The implementation of the invention was carried out analogously to example 1, but Pt particles were used as a catalyst. The results obtained are fully consistent with the results of example 1.

Example 3

The invention was carried out analogously to example 1, but the plate thickness was 250 μm, and Cu particles were used as a catalyst for the process. The etching time was 2 minutes. The results obtained were consistent with the results of example 1.

Example 4

The invention was carried out analogously to example 1, but single crystal silicon wafers with a thickness of 350 μm with a crystallographic orientation of {100} were used as substrates.

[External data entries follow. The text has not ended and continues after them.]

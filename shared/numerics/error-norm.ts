/** How large the embedded error of a step is against the tolerance. */

export interface ErrorScale {
  readonly size: number;
  /** States counted in the mean (those on which others depend). */
  readonly counted: number;
  readonly nominal: Float64Array;
  readonly tolerance: number;
  /** The relative part of a state's tolerance stops growing at this many nominal sizes. */
  readonly relativeLimit: number;
}

/** Root mean square over states of error/(rtol·(nominal + min(larger of |before| and |after|, limit·nominal))); NaN when
 *  something is not finite. */
export function errorNorm(scale: ErrorScale, error: Float64Array, before: Float64Array, after: Float64Array): number {
  const { size, nominal, tolerance, relativeLimit } = scale;
  let sum = 0;
  for (let i = 0; i < size; i++) {
    const one = nominal[i]!;
    const share = error[i]! / (tolerance * (one + Math.min(Math.max(Math.abs(before[i]!), Math.abs(after[i]!)), relativeLimit * one)));
    sum += share * share;
  }
  return Math.sqrt(sum / scale.counted);
}

/** State with the largest share of the error norm, or the first that is not finite; −1 for a system without states. */
export function worstState(scale: ErrorScale, error: Float64Array, before: Float64Array, after: Float64Array): number {
  let worst = -1;
  let most = -1;
  for (let i = 0; i < scale.size; i++) {
    const share = Math.abs(error[i]!) / (scale.nominal[i]! + Math.max(Math.abs(before[i]!), Math.abs(after[i]!)));
    if (!Number.isFinite(share)) return i;
    if (share > most) {
      most = share;
      worst = i;
    }
  }
  return worst;
}
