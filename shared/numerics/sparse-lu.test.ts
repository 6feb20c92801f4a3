import { describe, expect, it } from 'vitest';
import { DenseLu } from './dense-lu.ts';
import { SparseLu } from './sparse-lu.ts';
import { sparsePattern } from './sparse-pattern.ts';

/** Repeatable numbers in [0, 1). */
function sequence(seed: number): () => number {
  let state = seed >>> 0;
  return () => {
    state = (Math.imul(state, 1664525) + 1013904223) >>> 0;
    return state / 4294967296;
  };
}

function randomCase(seed: number, size: number) {
  const next = sequence(seed);
  const pairs: [number, number][] = [];
  for (let k = 0; k < 3 * size; k++) pairs.push([Math.floor(next() * size), Math.floor(next() * size)]);
  const pattern = sparsePattern(size, pairs);
  const values = new Float64Array(pattern.rows.length + 1);
  for (let s = 0; s < pattern.rows.length; s++) values[s] = (next() - 0.5) * 10 ** Math.floor(next() * 4);
  const b = Float64Array.from({ length: size }, () => next() - 0.5);
  return { pattern, values, b };
}

describe('sparse LU', () => {
  it('solves as the dense one does', () => {
    for (let seed = 1; seed <= 40; seed++) {
      const size = 3 + (seed % 30);
      const { pattern, values, b } = randomCase(seed, size);
      const sparse = new SparseLu(pattern);
      expect(sparse.factor(values, 4e4)).toBe(true);
      const x = b.slice();
      expect(sparse.solveChecked(x)).toBe(true);
      const dense = new DenseLu(size);
      expect(dense.factor(pattern.rows, pattern.columns, values, pattern.rows.length, 4e4)).toBe(true);
      const y = b.slice();
      dense.solve(y);
      for (let i = 0; i < size; i++) expect(Math.abs(x[i]! - y[i]!)).toBeLessThan(1e-12 * (Math.abs(y[i]!) + 1e-8));
    }
  });

  it('falls back to pivoting when a diagonal pivot is zero', () => {
    const pattern = sparsePattern(2, [
      [0, 1],
      [1, 0],
    ]);
    const values = new Float64Array(5);
    values[pattern.slot(0, 1)] = -1;
    values[pattern.slot(1, 0)] = -1;
    const lu = new SparseLu(pattern);
    expect(lu.factor(values, 0)).toBe(true);
    expect(lu.fallbacks).toBe(1);
    const b = Float64Array.of(2, 3);
    expect(lu.solveChecked(b)).toBe(true);
    expect([...b]).toEqual([3, 2]);
  });

  it('falls back when a tiny pivot spoils the solution', () => {
    const pattern = sparsePattern(2, [
      [0, 1],
      [1, 0],
    ]);
    const values = new Float64Array(5);
    values[0] = -1e-22;
    values[pattern.slot(0, 1)] = -1;
    values[pattern.slot(1, 0)] = -1;
    values[1] = -1;
    const lu = new SparseLu(pattern);
    lu.factor(values, 0);
    const b = Float64Array.of(1, 2);
    expect(lu.solveChecked(b)).toBe(true);
    expect(lu.fallbacks).toBe(1);
    expect(b[0]).toBeCloseTo(1, 12);
    expect(b[1]).toBeCloseTo(1, 12);
  });

  it('says when a matrix is singular or not finite', () => {
    const pattern = sparsePattern(2, [[0, 1]]);
    expect(new SparseLu(pattern).factor(new Float64Array(4), 0)).toBe(false);
    expect(new SparseLu(pattern).factor(Float64Array.of(Number.NaN, 1, 0, 0), 1)).toBe(false);
  });

  it('orders a bordered diagonal without fill', () => {
    const size = 30;
    const pairs: [number, number][] = [];
    for (let i = 1; i < size; i++) pairs.push([0, i], [i, 0]);
    const pattern = sparsePattern(size, pairs);
    expect(new SparseLu(pattern).nonzeros).toBe(pattern.rows.length);
  });

  it('puts pairs outside the matrix into the dump slot', () => {
    const pattern = sparsePattern(2, [
      [0, 2],
      [2, 0],
    ]);
    expect(pattern.rows.length).toBe(2);
    expect(pattern.slot(0, 2)).toBe(2);
    expect(pattern.slot(2, 1)).toBe(2);
  });
});
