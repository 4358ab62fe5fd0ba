"""Ways in which instruments write a capture: three kinds of CSV, and WAV."""

from __future__ import annotations

from collections.abc import Iterable, Sequence
from pathlib import Path

import numpy as np

from flicker.files import whole_file, write_text
from flicker.trace import Trace

_DECIMALS = 6


def write_comma(path: Path, traces: Sequence[Trace]) -> None:
    """Write key and value lines, a head with units, then time and readings with commas between."""
    first = traces[0]
    head = [
        "Instrument,two-channel oscilloscope",
        f"Record length,{first.samples},points",
        f"Sample interval,{1 / first.sample_rate:.6e},s",
        "",
        "Time (s)," + ",".join(f"{trace.name} ({trace.unit})" for trace in traces),
    ]
    _write_lines(path, head, _rows(traces, ",", "."))


def write_semicolon(path: Path, traces: Sequence[Trace]) -> None:
    """Write a head, its units in a row of their own, then decimal commas with semicolons between."""
    head = [
        ";".join(["Time", *(trace.name for trace in traces)]),
        ";".join(["s", *(trace.unit for trace in traces)]),
    ]
    _write_lines(path, head, _rows(traces, ";", ","))


def write_single_column(path: Path, traces: Sequence[Trace]) -> None:
    """Write the sample rate in a comment and the readings of the only channel one to a line."""
    (trace,) = traces
    head = [f"# sample_rate_hz: {trace.sample_rate:.0f}", f"{trace.name} [{trace.unit}]"]
    _write_lines(path, head, (f"{reading:.{_DECIMALS}f}" for reading in trace.light))


def write_wav(path: Path, traces: Sequence[Trace]) -> None:
    """Write 24-bit PCM; full scale is 1."""
    import soundfile

    with whole_file(path) as temporary:
        samples = np.column_stack([trace.light for trace in traces])
        soundfile.write(temporary, samples, round(traces[0].sample_rate), subtype="PCM_24", format="WAV")


def _rows(traces: Sequence[Trace], delimiter: str, decimal: str) -> Iterable[str]:
    columns = np.column_stack([traces[0].times() - traces[0].start, *(trace.light for trace in traces)])
    for row in columns:
        yield delimiter.join(f"{value:.{_DECIMALS}f}" for value in row).replace(".", decimal)


def _write_lines(path: Path, head: Sequence[str], rows: Iterable[str]) -> None:
    write_text(path, "\n".join([*head, *rows]) + "\n")
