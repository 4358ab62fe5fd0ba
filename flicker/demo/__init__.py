"""The demonstration: captures of a harbour pilot station whose truth is known, and a walk through them."""

from __future__ import annotations

from pathlib import Path

_TEXTS = ("dock-camera.toml", "night-watch.toml", "night-watch-new-driver.toml", "walk-through.md")


def demo_files() -> tuple[str, ...]:
    """Names of the files that `write_demo` makes, in the order in which it makes them."""
    from flicker.demo.scenes import SCENES

    return (*(scene.file for scene in SCENES), "truth.json", *_TEXTS)


def write_demo(folder: Path) -> None:
    """Write the captures, their truth, camera and plan files and a commented walk through the commands."""
    from flicker.files import write_text

    write_captures(folder)
    for name in _TEXTS:
        write_text(folder / name, (Path(__file__).parent / name).read_text(encoding="utf-8"))


def write_captures(folder: Path) -> None:
    """Write the captures and `truth.json` beside them; the same bytes at every call."""
    import json

    from flicker.demo.scenes import SCENES
    from flicker.files import write_text

    for scene in SCENES:
        scene.write(folder / scene.file)
    truth = {scene.file: scene.truth() for scene in SCENES}
    write_text(folder / "truth.json", json.dumps(truth, indent=2, ensure_ascii=False) + "\n")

The results obtained were consistent with the results of examples 1.

Example 5

The invention was carried out analogously to example 1, but the transverse temperature gradient was 100 K / cm The results obtained were consistent with the results of example 1, but the shape of the holes was conical, and the average diameter was 22 μm.

Claims (1)

A method for producing holes in single-crystal silicon wafers, including preparing a semiconductor wafer by depositing finely dispersed metal catalyst particles on its surface, followed by placing it in a radiation furnace and heating, creating conditions for the undersaturation of atomic silicon in the gas phase by feeding silicon tetrachloride into it and chemical vapor-phase etching scheme liquid crystal drop → → pairs, characterized in that the catalyst particles are coated with a thin film tetraborate Na ₂ B ₄ O _7, sodium (anh -stand), then the silicon wafer creates transverse directed from the front to the rear side of the plate the temperature gradient grad T, the temperature gradient value selected from a range of 10≤ grad T ≤100 K / cm.